/** Lower limits of the classes of clearness 2 to 8; a value on a limit belongs to the class above. */
const CLEARNESS = [1.065, 1.23, 1.5, 1.95, 2.8, 4.5, 6.2] as const;

/**
 * F11, F12, F13, F21, F22, F23 for the eight classes, overcast to clear: all-sites composite.
 * R. Perez et al., Solar Energy 44, 271–289 (1990).
 */
const BRIGHTNESS: readonly (readonly [number, number, number, number, number, number])[] = [
  [-0.008, 0.588, -0.062, -0.06, 0.072, -0.022],
  [0.13, 0.683, -0.151, -0.019, 0.066, -0.029],
  [0.33, 0.487, -0.221, 0.055, -0.064, -0.026],
  [0.568, 0.187, -0.295, 0.109, -0.152, -0.014],
  [0.873, -0.392, -0.362, 0.226, -0.462, 0.001],
  [1.132, -1.237, -0.412, 0.288, -0.823, 0.056],
  [1.06, -1.6, -0.359, 0.264, -1.127, 0.131],
  [0.678, -0.327, -0.25, 0.156, -1.377, 0.251],
];

/** What the description of a sky by Perez asks for. */
export type PerezInput = {
  readonly beamNormal_Wm2: number;
  readonly diffuse_Wm2: number;
  readonly extraterrestrial_Wm2: number;
  /** Relative air mass, not corrected for pressure. */
  readonly airMass: number;
  readonly zenith_rad: number;
};

/** A sky as Perez describes it. */
export type PerezSky = {
  /** Clearness ε: 1 overcast, above 6 clear. */
  readonly clearness: number;
  /** Brightness Δ. */
  readonly brightness: number;
  /** Class of clearness, 1 to 8. */
  readonly bin: number;
};

/**
 * Clearness and brightness of a sky. Without diffuse light the clearness has no bound (class 8, brightness 0); without any
 * light at all it is called overcast (class 1).
 * @see R. Perez et al., Solar Energy 44, 271–289 (1990), with κ = 1.041 for the zenith angle in radians
 */
export function perezSky(input: PerezInput): PerezSky {
  const { beamNormal_Wm2: beam, diffuse_Wm2: diffuse, zenith_rad: z } = input;
  if (!(diffuse > 0)) {
    return beam > 0
      ? { clearness: Number.POSITIVE_INFINITY, brightness: 0, bin: 8 }
      : { clearness: 1, brightness: 0, bin: 1 };
  }
  const k = 1.041 * z * z * z;
  const clearness = ((diffuse + beam) / diffuse + k) / (1 + k);
  let bin = 1;
  for (const limit of CLEARNESS) if (clearness >= limit) bin++;
  return { clearness, brightness: (diffuse * input.airMass) / input.extraterrestrial_Wm2, bin };
}

/** How strongly the sky is bright round the sun (f1, 0 or more) and along the horizon (f2, of either sign). */
export function perezBrightness(input: PerezInput): {
  readonly f1: number;
  readonly f2: number;
  readonly sky: PerezSky;
} {
  const sky = perezSky(input);
  const c = BRIGHTNESS[sky.bin - 1] as (typeof BRIGHTNESS)[number];
  const z = input.zenith_rad;
  return {
    f1: Math.max(0, c[0] + c[1] * sky.brightness + c[2] * z),
    f2: c[3] + c[4] * sky.brightness + c[5] * z,
    sky,
  };
}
_ _ _ _ _ _ _
Report every line from the material above that mentions the word "airMass".

  readonly airMass: number;
  return { clearness, brightness: (diffuse * input.airMass) / input.extraterrestrial_Wm2, bin };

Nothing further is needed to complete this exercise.